WHAT YOU HAVE TO DO: Start at the line below containing "def figures_view(found: Mapping[str, Estimate])" and stop at the line containing "of a point;". Repeat every line of that stretch exactly, and nothing outside it.

THE RECORDS:
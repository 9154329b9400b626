"""Every estimate of a point of a study, from its accumulators, with its standard error."""

from collections.abc import Callable, Iterator, Mapping

import numpy as np

from solver.accumulators import (
    FEWEST_CONTROLLED,
    MOST_BLOCKS,
    Arrays,
    Blocks,
    Control,
    Estimate,
    Means,
    sums_and_squares,
)
from solver.grid import Real
from solver.layout import (
    CONTRAST_BINS,
    DURATION_BINS,
    IDEAL,
    INTENSITY_BINS,
    SPHERE_BINS,
    Layout,
)
from solver.widths import half_maximum_width

__all__ = [
    "ALONG",
    "CONTRAST_BINS",
    "CORRELATIONS",
    "DURATION_BINS",
    "ESTIMATES",
    "FEWEST_CONTROLLED",
    "IDEAL",
    "INTENSITIES",
    "MOST_BLOCKS",
    "ORDER",
    "SPECTRA",
    "TINY",
    "Arrays",
    "Blocks",
    "Control",
    "Estimate",
    "Estimators",
    "Layout",
    "Means",
    "central",
    "last_central",
    "launch_control",
    "sums_and_squares",
]

CORRELATIONS = ("auto1", "auto2", "sum", "cross")
SPECTRA = ("input1", "input2", "output1", "output2")
ALONG = ("power1", "power2", "second_moment1", "second_moment2")
INTENSITIES = ("intensity1", "intensity2", "intensity_sum")
ESTIMATES: dict[str, str] = {
    "distance": "1",
    **dict.fromkeys(CORRELATIONS, "1"),
    "moment_cross": "1",
    **dict.fromkeys(SPECTRA, "W/GHz"),
    "contrast": "1",
    "durations": "1/ps",
    "walls_per_ns": "1/ns",
    "mean_duration_ps": "ps",
    "powers": "W",
    "power1": "W",
    "power2": "W",
    "second_moment1": "1",
    "second_moment2": "1",
    "walls_along": "1/ns",
    "duration_along": "ps",
    "wall_width_ps": "ps",
    "contrast_correlation": "1",
    "stokes": "1/sr",
    "stokes_means": "1",
    "polarization_degree": "1",
    "local_polarization_degree": "1",
    **dict.fromkeys(INTENSITIES, "1"),
    "quadratures": "1",
    "spectral_rms_ghz": "GHz",
    "spectral_fwhm_ghz": "GHz",
    "coherence_time_ps": "ps",
}
"""Names of all estimates and their units.

distance: C12(0) at each recorded distance; auto1, auto2, sum, cross: normalized intensity
covariances against signed lag; moment_cross: ⟨I1 I2⟩/(⟨I1⟩⟨I2⟩) at lag 0; input and output
spectra; contrast, durations: probability densities; powers: launched 1, 2, arriving 1, 2.

Against distance: power1, power2; second_moment1, second_moment2: ⟨I²⟩/⟨I⟩²; walls_along,
duration_along: walls per ns and mean time between them, counted on the grid that the light is
on there, so that a coarse one misses walls close together.

At the end of the line: wall_width_ps: mean of 2/|dC/dt| over the walls, none of them
taken to be wider than the longest duration kept; contrast_correlation:
normalized autocovariance of the contrast against signed lag; stokes: density on the Poincaré
sphere, shape (bins of S3/S0, bins of azimuth), every moment weighing alike (weighing by power
instead would favour bright moments); stokes_means: ⟨S1⟩, ⟨S2⟩, ⟨S3⟩ over ⟨S0⟩, and
polarization_degree: their length, each first of the launch and then at the demultiplexer;
what chance alone adds to its square is taken off;
local_polarization_degree: mean of the same over running means as long as the wall smoothing;
intensity1, intensity2, intensity_sum: densities over the mean; quadratures: density of real
and imaginary parts of both fields over their expected standard deviation.

Of the four spectra in turn: spectral_rms_ghz and spectral_fwhm_ghz as an analyser shows them,
coherence_time_ps: τc = ∫S²df/(∫S df)² (Goodman, Statistical Optics, ch. 5) of the light itself.
"""
ORDER = {
    "distance": "distance_km",
    **dict.fromkeys((*ALONG, "walls_along", "duration_along"), "distance_km"),
    **dict.fromkeys((*CORRELATIONS, "contrast_correlation"), "lag_ps"),
    **dict.fromkeys(SPECTRA, "offset_ghz"),
    "contrast": "contrast",
    "durations": "duration_ps",
    **dict.fromkeys(INTENSITIES, "relative_intensity"),
    "quadratures": "quadrature",
    "stokes": "sphere_s3, sphere_azimuth_deg",
    "powers": "launched 1, launched 2, arriving 1, arriving 2",
    "stokes_means": "launched, received; S1/S0, S2/S0, S3/S0",
    "polarization_degree": "launched, received",
    **dict.fromkeys(
        ("spectral_rms_ghz", "spectral_fwhm_ghz", "coherence_time_ps"), ", ".join(SPECTRA)
    ),
}
"""Axis or order of the values of every estimate that has more than one."""
TINY = float(np.finfo(np.float64).tiny)
"""Stands for zero under a division whose numerator is zero too."""
SCARCE = 1e-60
"""Stands for no walls under a division whose quotient is not used then."""


def central(means: Real) -> Real:
    """C12(0), covariance normalization, from means of I1, I2, I1², I2², I1·I2 (last axis)."""
    m1, m2, m11, m22, m12 = np.moveaxis(means, -1, 0)
    variance = np.maximum((m11 - m1**2) * (m22 - m2**2), TINY)
    return np.asarray((m12 - m1 * m2) / np.sqrt(variance))


def launch_control(launched: float) -> Control:
    """C12(0) of the same realizations at the launch, for features that begin with its moments.

    launched: its expectation, exact by the Gaussian moment theorem.
    """
    return Control(lambda means: central(means[..., :5])[..., None], np.array([launched]))


def last_central(layout: Layout, blocks: Blocks, launched: float) -> Estimate:
    """C12(0) at the end of the line; shape (1,)."""
    last = slice(5 * (layout.distances - 1), 5 * layout.distances)
    return blocks.estimate(
        lambda means: central(means[..., last])[..., None], launch_control(launched)
    )


class Estimators(Mapping[str, Estimate]):
    """Every estimate of one point of a study by name, worked out when it is first asked for.

    launched: expectation of C12(0) at the launch, against which that along the line is controlled.
    A snapshot: accumulators that go on growing do not change it. The names and their units
    are those of :data:`ESTIMATES`.
    """

    def __init__(self, layout: Layout, blocks: Blocks, means: Means, launched: float) -> None:
        self.layout = layout
        self._launched = launched
        self._blocks = Blocks.from_arrays(blocks.arrays())
        self._linear = means.estimate()
        self._known: dict[str, Estimate] = {}
        self._at = layout.in_blocks

    def __iter__(self) -> Iterator[str]:
        return iter(ESTIMATES)

    def __len__(self) -> int:
        return len(ESTIMATES)

    def __getitem__(self, name: str) -> Estimate:
        if name not in ESTIMATES:
            raise KeyError(name)
        if name not in self._known:
            if name in CORRELATIONS:
                self._known |= self._correlations()
            else:
                self._known[name] = self._work_out(name)
        return self._known[name]

    def _work_out(self, name: str) -> Estimate:
        if name in SPECTRA:
            return self._part("spectra", SPECTRA.index(name), self.layout.frequency_bins)
        if name in INTENSITIES:
            return self._part("intensities", INTENSITIES.index(name), INTENSITY_BINS)
        if name in ALONG:
            return self._ratio(lambda means: self._along(means)[ALONG.index(name)])
        match name:
            case "distance":
                return self._blocks.estimate(
                    lambda means: central(self._moments(means)), launch_control(self._launched)
                )
            case "powers" | "contrast" | "quadratures":
                return self._part(name)
            case "stokes":
                value, error = self._part(name)
                return Estimate(value.reshape(SPHERE_BINS), error.reshape(SPHERE_BINS))
            case "stokes_means":
                value, error = self._ratio(self._stokes)
                return Estimate(value.reshape(2, 3), error.reshape(2, 3))
            case "walls_per_ns" | "mean_duration_ps":
                return self._rate("walls", per_ns=name == "walls_per_ns")
            case "walls_along" | "duration_along":
                return self._rate("walls_along", per_ns=name == "walls_along")
            case "wall_width_ps":
                return self._wall_width()
            case "polarization_degree":
                return self._polarization_degree()
            case "spectral_fwhm_ghz":
                return self._half_maximum_widths()
            case _:
                return self._ratio(
                    {
                        "moment_cross": self._moment_cross,
                        "durations": self._durations,
                        "contrast_correlation": self._contrast_correlation,
                        "local_polarization_degree": self._local_polarization,
                        "spectral_rms_ghz": self._rms_widths,
                        "coherence_time_ps": self._coherence_times,
                    }[name]
                )

    def _ratio(self, function: Callable[[Real], Real]) -> Estimate:
        return self._blocks.estimate(function)

    def _part(self, name: str, index: int = 0, length: int | None = None) -> Estimate:
        place = self.layout.in_means[name]
        if length is not None:
            place = slice(place.start + index * length, place.start + (index + 1) * length)
        value, error = self._linear
        return Estimate(value[place], error[place])

    def _moments(self, means: Real) -> Real:
        return means[..., self._at["moments"]].reshape(*means.shape[:-1], self.layout.distances, 5)

    def _along(self, means: Real) -> list[Real]:
        """The quantities of ``ALONG``."""
        m1, m2, m11, m22, _ = np.moveaxis(self._moments(means), -1, 0)
        return [m1, m2, m11 / np.maximum(m1**2, TINY), m22 / np.maximum(m2**2, TINY)]

    def _moment_cross(self, means: Real) -> Real:
        last = self._moments(means)[..., -1, :]
        product = np.maximum(last[..., 0] * last[..., 1], TINY)
        return np.asarray(last[..., 4] / product)[..., None]

    def _correlations(self) -> dict[str, Estimate]:
        n = self.layout.lags

        def curves(means: Real) -> Real:
            last = self._moments(means)[..., -1, :]
            m1, m2 = last[..., 0:1], last[..., 1:2]
            raw = means[..., self._at["correlations"]]
            half1, half2 = raw[..., : n + 1] - m1**2, raw[..., n + 1 : 2 * n + 2] - m2**2
            cross = raw[..., 2 * n + 2 :] - m1 * m2
            auto1, auto2 = _mirrored(half1), _mirrored(half2)
            total = auto1 + auto2 + cross + cross[..., ::-1]
            v1, v2 = np.maximum(half1[..., :1], TINY), np.maximum(half2[..., :1], TINY)
            v_total = np.maximum(total[..., n : n + 1], TINY)
            parts = [auto1 / v1, auto2 / v2, total / v_total, cross / np.sqrt(v1 * v2)]
            return np.concatenate(parts, axis=-1)

        value, error = (np.split(array, 4) for array in self._blocks.estimate(curves))
        return {name: Estimate(v, e) for name, v, e in zip(CORRELATIONS, value, error, strict=True)}

    def _rate(self, name: str, *, per_ns: bool) -> Estimate:
        """Walls per ns, or the mean time between them; infinite where there is none."""
        at, window_ps = self._at[name], self.layout.grid.window_ps
        if per_ns:
            return self._ratio(lambda means: means[..., at] * (1e3 / window_ps))
        seen = np.count_nonzero(self._blocks.sums[:, at], axis=0)
        value, error = self._ratio(lambda means: window_ps / np.maximum(means[..., at], SCARCE))
        return Estimate(np.where(seen > 0, value, np.inf), np.where(seen > 1, error, np.nan))

    def _durations(self, means: Real) -> Real:
        width = self.layout.longest_duration_ps / DURATION_BINS
        count = np.maximum(means[..., self._at["walls"]], TINY)
        return np.asarray(means[..., self._at["durations"]] / (count * width))

    def _wall_width(self) -> Estimate:
        """Nothing where there is no wall."""
        at, sums = self._at["walls"], self._at["wall_widths"]
        seen = np.count_nonzero(self._blocks.sums[:, at])
        value, error = self._ratio(
            lambda means: means[..., sums] / np.maximum(means[..., at], TINY)
        )
        return Estimate(value if seen else value * np.nan, error if seen > 1 else error * np.nan)

    def _contrast_correlation(self, means: Real) -> Real:
        found = means[..., self._at["contrast"]]
        half = found[..., 1:] - found[..., :1] ** 2
        return np.asarray(_mirrored(half) / np.maximum(half[..., :1], TINY))

    def _stokes(self, means: Real) -> Real:
        found = means[..., self._at["stokes"]].reshape(*means.shape[:-1], 2, 4)
        normalized = found[..., 1:] / np.maximum(found[..., :1], TINY)
        return np.asarray(normalized.reshape(*means.shape[:-1], 6))

    def _polarization_degree(self) -> Estimate:
        """Length of the mean Stokes vector, what chance adds to its square taken off.

        The square of a length estimated from parts s_i ± e_i exceeds that of the length by Σe_i²
        on average, and has the variance (2·s·e)² + 2Σe_i⁴ for normal errors, s the length itself.
        Its bars hold the truth in 65 to 71 % of all cases, near zero in 80 % (measured).
        """

        def parts_and_length(means: Real) -> Real:
            stokes = self._stokes(means)
            parts = stokes.reshape(*means.shape[:-1], 2, 3)
            length = np.sqrt(np.sum(parts**2, axis=-1))
            return np.concatenate([stokes, length], axis=-1)

        value, error = self._ratio(parts_and_length)
        length, chance = value[6:], np.sum(error[:6].reshape(2, 3) ** 2, axis=1)
        if not np.isfinite(chance).all():
            return Estimate(length, error[6:])
        squared = np.maximum(length**2 - chance, 0.0)
        fourth = 2.0 * np.sum(error[:6].reshape(2, 3) ** 4, axis=1)
        degree = np.sqrt(squared)
        spread = np.sqrt((2.0 * degree * error[6:]) ** 2 + fourth)
        return Estimate(degree, spread / np.maximum(2.0 * degree, np.sqrt(spread) + TINY))

    def _local_polarization(self, means: Real) -> Real:
        return means[..., self._at["local_polarization"]]

    def _lines(self, means: Real) -> list[Real]:
        """Σp, Σfp, Σf²p and Σp_k p_{k+1} of the four spectra."""
        return list(
            np.moveaxis(means[..., self._at["lines"]].reshape(*means.shape[:-1], 4, 4), -1, 0)
        )

    def _rms_widths(self, means: Real) -> Real:
        total, first, second, _ = self._lines(means)
        total = np.maximum(total, TINY)
        added = (self.layout.analyser_ghz or 0.0) ** 2 / (8.0 * np.log(2.0))
        return np.asarray(np.sqrt(np.maximum(second / total - (first / total) ** 2, 0.0) + added))

    def _coherence_times(self, means: Real) -> Real:
        # Neighbouring lines of noise are independent, so their product has the mean S².
        total, _, _, pairs = self._lines(means)
        return np.asarray(self.layout.grid.window_ps * pairs / np.maximum(total**2, TINY))

    def _half_maximum_widths(self) -> Estimate:
        spacing_ghz = 1e3 / self.layout.grid.window_ps
        spacing_ghz *= self.layout.grid.samples / self.layout.frequency_bins
        found = [
            half_maximum_width(
                self[name],
                spacing_ghz,
                1e3 / time_ps if time_ps > 0.0 else 0.0,
                self.layout.analyser_ghz or 0.0,
            )
            for name, time_ps in zip(SPECTRA, self["coherence_time_ps"].value, strict=True)
        ]
        return Estimate(*(np.concatenate(part) for part in zip(*found, strict=True)))


def _mirrored(half: Real) -> Real:
    """An even curve on signed lags from that on lags ≥ 0."""
    return np.concatenate([half[..., :0:-1], half], axis=-1)
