"""Estimates as JSON carries them."""

from collections.abc import Mapping
from typing import Any

import numpy as np

from solver.grid import Real
from solver.layout import (
    INTENSITY_BINS,
    LARGEST_INTENSITY,
    LARGEST_QUADRATURE,
    QUADRATURE_BINS,
)
from solver.statistics import ALONG, CORRELATIONS, INTENSITIES, SPECTRA, Estimate
from solver.thermal import intensity_density, quadrature_density, sum_density

Numbers = list[float | None]
FIGURES: dict[str, tuple[str, int]] = {
    "walls_per_ns": ("walls_per_ns", 0),
    "mean_duration_ps": ("mean_duration_ps", 0),
    "wall_width_ps": ("wall_width_ps", 0),
    "moment_cross": ("moment_cross", 0),
    "second_moment1": ("second_moment1", -1),
    "second_moment2": ("second_moment2", -1),
    "polarization_degree": ("polarization_degree", 1),
    "rms1_ghz": ("spectral_rms_ghz", 2),
    "rms2_ghz": ("spectral_rms_ghz", 3),
    "coherence_time1_ps": ("coherence_time_ps", 2),
    "coherence_time2_ps": ("coherence_time_ps", 3),
}
"""Single numbers at the end of the line, to be drawn against a sweep: estimate and index."""


def numbers(values: Real) -> Numbers:
    """Floats that JSON can carry, to 7 significant digits; None where not finite."""
    finite = np.isfinite(values)
    plain = np.where(finite, values, 0.0)
    size = np.abs(plain)
    # Dividing by a power of ten, or multiplying, whichever is a whole number: both print short.
    digits = 6 - np.floor(np.log10(np.where(size > 0.0, size, 1.0)))
    up, down = 10.0 ** np.maximum(digits, 0.0), 10.0 ** np.maximum(-digits, 0.0)
    short = np.rint(plain * up / down) * down / up
    return [x if ok else None for x, ok in zip(short.tolist(), finite.tolist(), strict=True)]


def number(value: float) -> float | None:
    """A float that JSON can carry."""
    return numbers(np.array([value]))[0]


def named(values: Mapping[str, Any]) -> dict[str, Any]:
    """Floats among the values that JSON can carry; anything else as it is."""
    return {k: number(v) if isinstance(v, float) else v for k, v in values.items()}


def pair(estimate: Estimate) -> dict[str, Numbers]:
    """A curve and its standard errors."""
    return {
        "value": numbers(estimate.value),
        "standard_error": numbers(estimate.standard_error),
    }


def density(estimate: Estimate) -> dict[str, Any]:
    """A histogram and its standard errors, as nested lists where it has two axes."""
    value, error = estimate
    if value.ndim == 2:
        return {
            "density": [numbers(row) for row in value],
            "standard_error": [numbers(row) for row in error],
        }
    return {"density": numbers(value), "standard_error": numbers(error)}


def single(estimate: Estimate, index: int = 0) -> dict[str, float | None]:
    """One number and its standard error."""
    return {
        "value": number(estimate.value[index]),
        "standard_error": number(estimate.standard_error[index]),
    }


def figures_view(found: Mapping[str, Estimate]) -> dict[str, Any]:
    """The single numbers at the end of the line that are there; JSON-able."""
    return {
        name: single(found[estimate], index)
        for name, (estimate, index) in FIGURES.items()
        if estimate in found
    }


def estimates_view(found: Mapping[str, Estimate]) -> dict[str, Any]:
    """Every estimate of a point; JSON-able."""
    powers = numbers(found["powers"].value)
    names = ("launched_1_w", "launched_2_w", "received_1_w", "received_2_w")
    shown = {
        "distance": pair(found["distance"]),
        "correlations": {name: pair(found[name]) for name in CORRELATIONS},
        "moment_cross": single(found["moment_cross"]),
        "spectra": {name: pair(found[name]) for name in SPECTRA},
        "contrast": density(found["contrast"]),
        "durations": density(found["durations"]),
        "walls_per_ns": single(found["walls_per_ns"]),
        "mean_duration_ps": single(found["mean_duration_ps"]),
        "energy": dict(zip(names, powers, strict=True)),
    }
    if "stokes" in found:  # files of the first format have no more
        shown |= _polarization(found) | _distributions(found) | _widths(found)
        shown["evolution"] = {
            name: pair(found[name]) for name in (*ALONG, "walls_along", "duration_along")
        }
        shown["wall_width_ps"] = single(found["wall_width_ps"])
        shown["contrast_correlation"] = pair(found["contrast_correlation"])
    return shown


def _polarization(found: Mapping[str, Estimate]) -> dict[str, Any]:
    value, error = found["stokes_means"]
    degree = found["polarization_degree"]
    ends: dict[str, Any] = {}
    for index, end in enumerate(("launched", "received")):
        means = Estimate(value[index], error[index])
        ends[end] = {f"s{axis + 1}": single(means, axis) for axis in range(3)}
        ends[end]["degree"] = single(degree, index)
    local = single(found["local_polarization_degree"])
    return {
        "stokes": density(found["stokes"]),
        "polarization": {**ends, "local_degree": local},
    }


def _distributions(found: Mapping[str, Estimate]) -> dict[str, Any]:
    """Histograms, each with the density of thermal light whose components are independent."""
    first, second = found["powers"].value[2:]
    share = float(first / (first + second)) if first + second > 0.0 else 0.5
    edges = np.linspace(0.0, LARGEST_INTENSITY, INTENSITY_BINS + 1)
    single_mode = numbers(intensity_density(edges))
    references = [single_mode, single_mode, numbers(sum_density(edges, share))]
    edges = np.linspace(-LARGEST_QUADRATURE, LARGEST_QUADRATURE, QUADRATURE_BINS + 1)
    return {
        "intensities": {
            name: {**density(found[name]), "reference": reference}
            for name, reference in zip(INTENSITIES, references, strict=True)
        },
        "quadratures": {
            **density(found["quadratures"]),
            "reference": numbers(quadrature_density(edges)),
        },
    }


def _widths(found: Mapping[str, Estimate]) -> dict[str, Any]:
    names = ("spectral_rms_ghz", "spectral_fwhm_ghz", "coherence_time_ps")
    return {
        "widths": {
            spectrum: {name.removeprefix("spectral_"): single(found[name], index) for name in names}
            for index, spectrum in enumerate(SPECTRA)
        }
    }
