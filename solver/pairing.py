"""The difference between two variants that saw the same light.

All variants draw the same noise, realization by realization, so what chance does to one it does
to the other, and much of it cancels in their difference (common random numbers; Law, Simulation
Modeling and Analysis, ch. 11). The jackknife leaves the same realizations out of both.
"""

from dataclasses import dataclass

import numpy as np

from solver.grid import Real
from solver.statistics import TINY, Blocks, Control, Layout, central


@dataclass(frozen=True)
class Difference:
    """C12(0) of a variant minus that of the first, over the realizations both have.

    gain: how many times the realizations unpaired variants would need for the same error.
    """

    value: float
    standard_error: float
    realizations: int
    gain: float


def _grouped(blocks: Blocks, capacity: int) -> Real:
    """Sums over whole groups of ``capacity`` realizations, a multiple of the blocks' own."""
    ratio = capacity // blocks.capacity
    whole = int(np.count_nonzero(blocks.counts == blocks.capacity)) // ratio
    return np.asarray(blocks.sums[: whole * ratio].reshape(whole, ratio, -1).sum(axis=1))


def difference(
    layout: Layout, blocks: Blocks, first: Blocks, launched: tuple[float, float]
) -> Difference | None:
    """Paired difference at the end of the line; None below two groups that both have.

    launched: expectations of C12(0) at the launch of the variant and of the first, controls of
    both ends as in :func:`solver.statistics.last_central`.
    """
    ends = np.r_[0:5, 5 * (layout.distances - 1) : 5 * layout.distances]
    capacity = max(blocks.capacity, first.capacity)
    own, other = _grouped(blocks, capacity)[:, ends], _grouped(first, capacity)[:, ends]
    groups = min(len(own), len(other))
    if groups < 2:
        return None
    paired = Blocks(20)
    paired.sums = np.concatenate([own[:groups], other[:groups]], axis=1)
    paired.counts = np.full(groups, capacity)
    paired.capacity = capacity

    def at_launch(means: Real) -> Real:
        return np.stack([central(means[..., :5]), central(means[..., 10:15])], axis=-1)

    def values(means: Real) -> Real:
        ours, theirs = central(means[..., 5:10]), central(means[..., 15:])
        return np.stack([ours - theirs, ours, theirs], axis=-1)

    value, error = paired.estimate(values, Control(at_launch, np.array(launched)))
    gain = (error[1] ** 2 + error[2] ** 2) / max(error[0] ** 2, TINY)
    return Difference(float(value[0]), float(error[0]), groups * capacity, float(gain))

THE ANSWER:
def figures_view(found: Mapping[str, Estimate]) -> dict[str, Any]:
    """The single numbers at the end of the line that are there; JSON-able."""
    return {
        name: single(found[estimate], index)
        for name, (estimate, index) in FIGURES.items()
        if estimate in found
    }


def estimates_view(found: Mapping[str, Estimate]) -> dict[str, Any]:
    """Every estimate of a point; JSON-able."""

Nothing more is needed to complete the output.